### Problem statement
Return each line of the material below exactly. Begin at the first and end on the line with "const pictographsUpTo = 8;".

### Provided data
[Start of section]

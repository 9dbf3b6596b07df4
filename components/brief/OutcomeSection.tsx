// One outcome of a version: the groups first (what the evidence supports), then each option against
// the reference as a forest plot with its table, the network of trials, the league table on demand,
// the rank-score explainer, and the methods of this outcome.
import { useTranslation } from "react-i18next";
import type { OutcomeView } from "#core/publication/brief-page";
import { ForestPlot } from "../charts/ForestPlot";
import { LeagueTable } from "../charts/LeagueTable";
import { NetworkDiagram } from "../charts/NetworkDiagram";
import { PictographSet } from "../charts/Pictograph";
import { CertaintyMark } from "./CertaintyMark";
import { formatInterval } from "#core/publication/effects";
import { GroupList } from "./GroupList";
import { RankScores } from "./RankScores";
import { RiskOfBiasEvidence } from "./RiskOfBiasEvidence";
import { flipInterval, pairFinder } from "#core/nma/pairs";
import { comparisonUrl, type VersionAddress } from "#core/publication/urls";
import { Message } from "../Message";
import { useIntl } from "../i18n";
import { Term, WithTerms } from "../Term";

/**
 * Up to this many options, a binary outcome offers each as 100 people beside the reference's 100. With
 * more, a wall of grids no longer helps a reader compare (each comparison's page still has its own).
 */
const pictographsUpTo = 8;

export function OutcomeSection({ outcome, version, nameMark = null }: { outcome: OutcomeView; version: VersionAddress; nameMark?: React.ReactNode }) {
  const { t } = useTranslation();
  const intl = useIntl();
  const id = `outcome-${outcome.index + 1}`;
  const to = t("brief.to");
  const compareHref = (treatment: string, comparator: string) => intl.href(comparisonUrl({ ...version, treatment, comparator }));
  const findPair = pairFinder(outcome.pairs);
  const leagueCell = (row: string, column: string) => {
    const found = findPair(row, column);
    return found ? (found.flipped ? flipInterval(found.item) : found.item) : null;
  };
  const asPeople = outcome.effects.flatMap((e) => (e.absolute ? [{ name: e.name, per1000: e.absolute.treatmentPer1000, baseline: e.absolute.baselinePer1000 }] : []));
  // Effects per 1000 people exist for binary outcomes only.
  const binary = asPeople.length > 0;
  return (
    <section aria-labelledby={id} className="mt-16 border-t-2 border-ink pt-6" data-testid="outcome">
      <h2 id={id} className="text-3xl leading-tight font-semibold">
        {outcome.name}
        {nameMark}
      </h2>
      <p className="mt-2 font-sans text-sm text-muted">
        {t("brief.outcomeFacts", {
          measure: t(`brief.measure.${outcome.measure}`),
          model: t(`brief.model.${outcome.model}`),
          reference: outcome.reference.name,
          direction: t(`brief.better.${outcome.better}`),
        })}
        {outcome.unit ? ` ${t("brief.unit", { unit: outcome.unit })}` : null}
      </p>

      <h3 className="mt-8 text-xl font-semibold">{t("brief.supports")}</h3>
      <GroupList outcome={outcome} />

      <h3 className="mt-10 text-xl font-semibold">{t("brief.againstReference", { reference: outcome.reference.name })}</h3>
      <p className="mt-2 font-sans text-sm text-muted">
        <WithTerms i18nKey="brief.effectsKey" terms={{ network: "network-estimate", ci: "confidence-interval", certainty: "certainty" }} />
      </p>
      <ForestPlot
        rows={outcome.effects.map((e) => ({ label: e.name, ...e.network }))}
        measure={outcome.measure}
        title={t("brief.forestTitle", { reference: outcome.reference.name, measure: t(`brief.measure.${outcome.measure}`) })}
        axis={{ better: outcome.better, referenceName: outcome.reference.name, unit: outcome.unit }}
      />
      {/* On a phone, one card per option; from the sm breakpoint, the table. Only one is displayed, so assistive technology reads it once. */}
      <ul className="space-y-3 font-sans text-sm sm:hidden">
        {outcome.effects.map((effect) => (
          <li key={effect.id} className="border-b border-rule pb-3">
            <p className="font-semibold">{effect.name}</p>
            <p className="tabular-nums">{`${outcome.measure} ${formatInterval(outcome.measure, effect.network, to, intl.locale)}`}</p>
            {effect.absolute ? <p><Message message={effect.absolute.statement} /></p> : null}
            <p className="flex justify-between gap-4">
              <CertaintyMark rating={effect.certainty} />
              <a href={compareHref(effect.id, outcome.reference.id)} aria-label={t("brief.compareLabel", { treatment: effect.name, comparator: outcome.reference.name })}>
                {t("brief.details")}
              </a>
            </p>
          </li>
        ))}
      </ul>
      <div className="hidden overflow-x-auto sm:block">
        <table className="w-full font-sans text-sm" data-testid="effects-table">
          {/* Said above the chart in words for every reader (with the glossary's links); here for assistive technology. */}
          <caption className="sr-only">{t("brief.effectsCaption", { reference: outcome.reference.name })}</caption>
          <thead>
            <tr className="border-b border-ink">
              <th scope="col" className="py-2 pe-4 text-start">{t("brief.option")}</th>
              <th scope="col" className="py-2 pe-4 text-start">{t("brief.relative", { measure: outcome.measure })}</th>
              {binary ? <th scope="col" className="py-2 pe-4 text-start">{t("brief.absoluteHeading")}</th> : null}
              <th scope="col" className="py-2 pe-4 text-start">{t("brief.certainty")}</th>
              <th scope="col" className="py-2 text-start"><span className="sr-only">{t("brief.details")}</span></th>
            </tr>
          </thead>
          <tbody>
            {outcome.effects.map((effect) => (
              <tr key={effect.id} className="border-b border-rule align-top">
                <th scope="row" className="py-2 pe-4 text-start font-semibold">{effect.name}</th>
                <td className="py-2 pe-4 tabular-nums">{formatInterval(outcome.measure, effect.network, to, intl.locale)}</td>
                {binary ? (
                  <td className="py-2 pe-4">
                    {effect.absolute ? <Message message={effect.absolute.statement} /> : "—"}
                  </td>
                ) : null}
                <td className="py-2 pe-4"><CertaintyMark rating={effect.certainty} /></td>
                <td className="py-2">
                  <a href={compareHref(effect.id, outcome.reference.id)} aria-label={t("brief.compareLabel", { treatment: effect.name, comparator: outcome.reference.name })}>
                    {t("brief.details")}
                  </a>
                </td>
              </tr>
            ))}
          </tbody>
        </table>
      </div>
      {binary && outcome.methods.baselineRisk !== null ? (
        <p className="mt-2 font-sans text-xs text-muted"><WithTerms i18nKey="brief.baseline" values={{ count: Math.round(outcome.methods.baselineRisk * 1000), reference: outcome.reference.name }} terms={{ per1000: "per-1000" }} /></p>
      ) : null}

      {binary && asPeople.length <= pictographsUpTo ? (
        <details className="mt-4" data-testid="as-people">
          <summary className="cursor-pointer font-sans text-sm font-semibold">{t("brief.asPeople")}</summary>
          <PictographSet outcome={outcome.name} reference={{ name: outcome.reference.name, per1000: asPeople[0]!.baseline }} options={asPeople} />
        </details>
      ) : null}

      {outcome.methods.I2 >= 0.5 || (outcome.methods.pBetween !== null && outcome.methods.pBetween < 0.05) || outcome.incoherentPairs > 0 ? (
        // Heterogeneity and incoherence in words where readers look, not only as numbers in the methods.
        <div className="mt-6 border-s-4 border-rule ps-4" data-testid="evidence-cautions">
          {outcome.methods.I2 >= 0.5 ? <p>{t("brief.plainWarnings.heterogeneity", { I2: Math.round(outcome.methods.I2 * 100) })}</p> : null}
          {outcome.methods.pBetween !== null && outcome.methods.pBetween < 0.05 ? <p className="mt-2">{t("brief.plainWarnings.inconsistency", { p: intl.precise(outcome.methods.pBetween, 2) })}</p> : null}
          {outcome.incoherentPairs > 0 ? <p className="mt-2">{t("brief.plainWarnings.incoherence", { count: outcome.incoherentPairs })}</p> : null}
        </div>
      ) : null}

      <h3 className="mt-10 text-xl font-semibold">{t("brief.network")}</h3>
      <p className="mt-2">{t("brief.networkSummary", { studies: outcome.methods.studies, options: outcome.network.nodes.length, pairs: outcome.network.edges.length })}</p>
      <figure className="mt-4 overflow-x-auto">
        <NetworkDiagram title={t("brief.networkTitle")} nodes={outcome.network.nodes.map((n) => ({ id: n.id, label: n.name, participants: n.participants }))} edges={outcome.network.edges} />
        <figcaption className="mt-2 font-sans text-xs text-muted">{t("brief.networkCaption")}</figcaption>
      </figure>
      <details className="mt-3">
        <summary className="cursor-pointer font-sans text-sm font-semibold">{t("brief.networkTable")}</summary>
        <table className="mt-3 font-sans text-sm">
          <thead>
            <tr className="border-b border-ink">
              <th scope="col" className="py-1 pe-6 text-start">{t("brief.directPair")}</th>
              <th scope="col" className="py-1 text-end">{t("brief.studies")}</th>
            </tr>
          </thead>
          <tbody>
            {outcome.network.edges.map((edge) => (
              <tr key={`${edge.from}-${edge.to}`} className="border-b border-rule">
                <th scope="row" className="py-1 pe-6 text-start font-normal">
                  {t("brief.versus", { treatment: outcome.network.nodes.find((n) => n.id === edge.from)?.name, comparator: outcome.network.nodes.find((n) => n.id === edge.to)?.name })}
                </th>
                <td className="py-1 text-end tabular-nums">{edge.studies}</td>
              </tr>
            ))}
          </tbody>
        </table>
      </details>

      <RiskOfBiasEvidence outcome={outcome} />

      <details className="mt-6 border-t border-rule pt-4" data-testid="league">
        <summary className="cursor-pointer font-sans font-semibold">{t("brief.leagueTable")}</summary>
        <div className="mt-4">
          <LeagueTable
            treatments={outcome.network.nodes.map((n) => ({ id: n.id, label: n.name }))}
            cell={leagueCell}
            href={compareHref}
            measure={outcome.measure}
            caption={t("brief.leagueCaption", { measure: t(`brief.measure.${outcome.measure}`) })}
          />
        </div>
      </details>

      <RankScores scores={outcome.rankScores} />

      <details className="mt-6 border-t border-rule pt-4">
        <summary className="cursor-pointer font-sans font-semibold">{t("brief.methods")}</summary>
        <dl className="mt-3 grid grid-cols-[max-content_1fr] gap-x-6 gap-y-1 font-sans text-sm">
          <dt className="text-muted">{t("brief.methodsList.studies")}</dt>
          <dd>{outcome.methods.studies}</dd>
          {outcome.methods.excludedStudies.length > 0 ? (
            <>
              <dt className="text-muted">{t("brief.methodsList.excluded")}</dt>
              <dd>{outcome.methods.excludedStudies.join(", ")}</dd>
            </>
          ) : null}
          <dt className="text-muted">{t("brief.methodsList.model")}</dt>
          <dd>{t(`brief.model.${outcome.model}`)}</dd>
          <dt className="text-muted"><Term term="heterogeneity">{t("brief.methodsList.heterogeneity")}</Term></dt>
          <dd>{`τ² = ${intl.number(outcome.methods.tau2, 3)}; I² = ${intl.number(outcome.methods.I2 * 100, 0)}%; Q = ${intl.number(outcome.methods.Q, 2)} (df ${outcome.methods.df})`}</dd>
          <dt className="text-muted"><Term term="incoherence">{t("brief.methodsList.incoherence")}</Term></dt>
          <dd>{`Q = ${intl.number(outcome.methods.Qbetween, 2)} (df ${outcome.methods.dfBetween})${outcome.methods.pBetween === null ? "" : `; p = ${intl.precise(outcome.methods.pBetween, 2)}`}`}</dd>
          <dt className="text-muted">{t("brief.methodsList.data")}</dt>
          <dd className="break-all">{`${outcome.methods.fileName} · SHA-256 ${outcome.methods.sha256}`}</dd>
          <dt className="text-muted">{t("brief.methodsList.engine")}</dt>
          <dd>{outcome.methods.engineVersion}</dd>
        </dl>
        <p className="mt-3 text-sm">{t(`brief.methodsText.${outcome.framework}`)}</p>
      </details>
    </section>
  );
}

[End of section]

### Exercise output
repository 9dbf3b6596b07df4
filename components/brief/OutcomeSection.tsx
// One outcome of a version: the groups first (what the evidence supports), then each option against
// the reference as a forest plot with its table, the network of trials, the league table on demand,
// the rank-score explainer, and the methods of this outcome.
import { useTranslation } from "react-i18next";
import type { OutcomeView } from "#core/publication/brief-page";
import { ForestPlot } from "../charts/ForestPlot";
import { LeagueTable } from "../charts/LeagueTable";
import { NetworkDiagram } from "../charts/NetworkDiagram";
import { PictographSet } from "../charts/Pictograph";
import { CertaintyMark } from "./CertaintyMark";
import { formatInterval } from "#core/publication/effects";
import { GroupList } from "./GroupList";
import { RankScores } from "./RankScores";
import { RiskOfBiasEvidence } from "./RiskOfBiasEvidence";
import { flipInterval, pairFinder } from "#core/nma/pairs";
import { comparisonUrl, type VersionAddress } from "#core/publication/urls";
import { Message } from "../Message";
import { useIntl } from "../i18n";
import { Term, WithTerms } from "../Term";

/**
 * Up to this many options, a binary outcome offers each as 100 people beside the reference's 100. With
 * more, a wall of grids no longer helps a reader compare (each comparison's page still has its own).
 */
const pictographsUpTo = 8;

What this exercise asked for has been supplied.